Description
Subsurface microbial communities play critical roles in the attenuation of anthropogenic contaminants, as well as global biogeochemical cycling. It has been established that bacterial partitioning (i.e., whether the organism is sediment attached or planktonic) may drastically affect the levels of metabolic activity and rates of bio-degradation. At the highly contaminated Field Research Center, sediment-attached cells account for upwards of 90% of total biomass but exhibit considerably lower metabolic activity (on a per cell basis). Due to inherent sampling challenges, accurate prediction of the distribution and partitioning of microbial communities within the subsurface remains largely unresolved. This, combined with the shift in partitioning driven by environmental perturbation, underscores the need for tools capable of measuring field relevant attachment/detachment kinetics.
Microfluidics allow for the direct observation of attachment kinetics, which at larger scales are obscured by microbial growth, the destructive nature of sediment sampling, and the inability to capture data over relevant timescales. However, to date, microfluidic devices have largely lacked field relevance, limiting their applicability to larger scales. To directly observe attachment kinetics while minimizing microbial growth effects and preserving field relevance, we developed silicon microfluidic devices derived from field‑based, micro-computed tomography. Multiple device geometries have been produced, iteratively incorporating relevant surface charge, roughness, tortuosity, and pore‑throat distributions, all of which could substantially impact partitioning. Developed microfluidic platforms also offer the advantage of allowing direct comparison with more traditional mesoscale transport approaches, such as packed bed reactors (PBRs). Fabricated devices have been used to investigate the transport of the gram-negative, GFP expressing, field isolate Stenotrophomonas GW821-FHT01H02 (H02), a highly ubiquitous bacterium in both groundwater and sediments. Here, we compare bacterial transport behavior at field‑relevant velocities across these scales and demonstrate that incorporating attachment and detachment rates measured at the microscale improves the prediction of transport times in mesoscale models.

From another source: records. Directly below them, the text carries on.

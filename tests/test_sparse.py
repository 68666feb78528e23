"""The general sparse backend (contour quadrature + shifted solves) against the dense reference."""

import math

import numpy as np
import pytest
import scipy.sparse as sp
from numpy.testing import assert_allclose

from arealaw import (ConvergenceError, OscillatorNetwork, ball, box, entropy,
                     entropy_error_bound, from_sites, hypercubic, symplectic_spectrum,
                     von_neumann_entropy)
from arealaw.correlators import (IllConditionedWarning, SparseBackend, dense_correlators,
                                 get_backend)
from arealaw.correlators.sparse._contour import hht_error_estimate, hht_node_count, inverse_sqrt_rule
from arealaw.correlators.sparse._kernels import (UNREACHED, compact_columns, csr_block_product,
                                                 direction_update, hop_distance, merge_rows,
                                                 residual_update, rows_by_level)
from arealaw.correlators.sparse._shifted import amg_shifted_cg, multishift_cg


def _general_mass(n, seed):
    """A non-diagonal sparse SPD kinetic matrix: diagonally dominant, random symmetric pattern."""
    rng = np.random.default_rng(seed)
    i = rng.integers(0, n, 3 * n)
    j = rng.integers(0, n, 3 * n)
    off = sp.coo_matrix((-0.1 * rng.random(3 * n), (i, j)), shape=(n, n)).tocsr()
    off = off + off.T
    off.setdiag(0)
    off.eliminate_zeros()
    dom = np.asarray(abs(off).sum(axis=1)).ravel()
    return (off + sp.diags(0.5 + dom + rng.random(n))).tocsr()
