// Off-board parts placed by the maker: where they are drawn, how a move records the place, and
// that a drag of on- and off-board parts together is one undo step.
#include <doctest/doctest.h>

#include <cmath>

#include "editor/tools/edit_actions.hpp"
#include "editor/canvas/offboard_layout.hpp"
#include "netcheck/file/board_file.hpp"
#include "netcheck/edit/history.hpp"

using namespace stripsmith;
using netcheck::edit::ElementRef;

namespace {

// A 10 x 20 board with R1 on it and two pots beside it, neither placed yet.
netcheck::Board boardWithPots() {
    netcheck::Board board;
    board.rows = 10;
    board.cols = 20;
    board.parts.push_back({"R1", "resistor", "10k", {{"1", {2, 2}}, {"2", {2, 6}}}, {}});
    board.offboard.push_back({"VR1", "pot", "B100k", {"1", "2", "3"}, nlohmann::json::object()});
    board.offboard.push_back({"VR2", "pot", "A10k", {"1", "2", "3"}, nlohmann::json::object()});
    return board;
}

}  // namespace

TEST_CASE("off-board places") {
    netcheck::Board board = boardWithPots();
    const auto column = layoutOffboard(board);
    REQUIRE(column.size() == 2);
    CHECK(column[0].min.x == column[1].min.x);  // unplaced: one column right of the board
    CHECK(column[0].min.x > 20.0f);
    CHECK(column[1].min.y > column[0].max.y);

    SUBCASE("a move writes the place, the others keep their slots, undo takes it away exactly") {
        netcheck::edit::History history;
        const netcheck::Board before = board;
        history.perform(moveCommand(board, {{ElementRef::Kind::Offboard, 0}}, 3, -2), board);
        const auto place = placeOf(board.offboard[0]);
        REQUIRE(place);
        CHECK(place->x == doctest::Approx(column[0].min.x - 2));
        CHECK(place->y == doctest::Approx(column[0].min.y + 3));
        const auto moved = layoutOffboard(board);
        CHECK(moved[0].lugs[1].y == doctest::Approx(column[0].lugs[1].y + 3));
        CHECK(moved[1].min.y == column[1].min.y);
        CHECK(history.undoLabel() == "Move VR1");
        REQUIRE(history.undo(board));
        CHECK(board == before);
    }

    SUBCASE("a drag of a part and a pot is one undo step") {
        netcheck::edit::History history;
        const netcheck::Board before = board;
        const Selected both{{ElementRef::Kind::Part, 0}, {ElementRef::Kind::Offboard, 1}};
        constexpr int kDrag = 7;
        history.perform(moveCommand(board, both, 1, 0), board, kDrag);
        history.perform(moveCommand(board, both, 0, 1), board, kDrag);
        CHECK(history.depth() == 1);
        CHECK(board.parts[0].pins[0].hole == netcheck::Hole{3, 3});
        CHECK(placeOf(board.offboard[1])->y == doctest::Approx(column[1].min.y + 1));
        CHECK(placeOf(board.offboard[1])->x == doctest::Approx(column[1].min.x + 1));
        CHECK_FALSE(placeOf(board.offboard[0]));
        REQUIRE(history.undo(board));
        CHECK(board == before);
    }

    SUBCASE("the place survives the board file") {
        board.offboard[0] = placedAt(board.offboard[0], {-6.0f, 4.2f});
        const auto read = netcheck::readBoard(netcheck::writeBoard(board), "placed.board.json");
        REQUIRE(read.ok());
        CHECK(read.value->offboard[0].extra["place"] == nlohmann::json{{"x", -6.0}, {"y", 4.2}});
        CHECK(layoutOffboard(*read.value)[0].min.x == doctest::Approx(-6.0f));
    }

    SUBCASE("an unusable place puts the part back in the column") {
        for (const char* place : {R"("left")", R"({"x": 3})", R"({"x": "3", "y": 4})", R"({"x": 3, "y": 1e9})"}) {
            CAPTURE(place);
            board.offboard[0].extra["place"] = nlohmann::json::parse(place);
            CHECK_FALSE(placeOf(board.offboard[0]));
            CHECK(layoutOffboard(board)[0].min.x == column[0].min.x);
        }
    }

    SUBCASE("nothing to move") {
        CHECK(moveCommand(board, {{ElementRef::Kind::Offboard, 0}}, 0, 0) == nullptr);
        CHECK(moveCommand(board, {}, 1, 0) == nullptr);
    }
}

Analysis of other environmental variables (e.g., pH, DO, and heavy metals) have previously failed to explain in-situ partitioning of H02. Our results indicate that small changes in seepage velocity substantially change H02 attachment kinetics. An increase in velocity from 7 to 14 mm/hr resulted in an approximate 3x reduction in bacterial attachment, mirroring results from the PBR studies. Under the high flow condition, an equilibrium detachment rate of 8%/hr was observed, while no appreciable detachment was observed under the low flow condition. Additionally, we combined image‑processing techniques with computational fluid dynamics modeling to examine how localized fluid shear influences bacterial attachment. Results indicate a greater tendency for cells to attach to the shadowed side of columns, with this preference becoming more pronounced with increased velocity.
Finally, to examine how community context may reshape these dynamics, we introduced an additional RFP‑expressing bacterial field isolate into the devices (Pseudomonas N2E2). N2E2, an efficient biofilm former, altered the relationship between velocity and H02 partitioning, allowing H02 to form biofilms at velocities exceeding its typical tolerance. Together, these findings establish a cross‑scale framework in which microscale measurements and hydrodynamic mapping inform mesoscale transport predictions, advancing mechanistic understanding of microbial attachment and partitioning in porous media.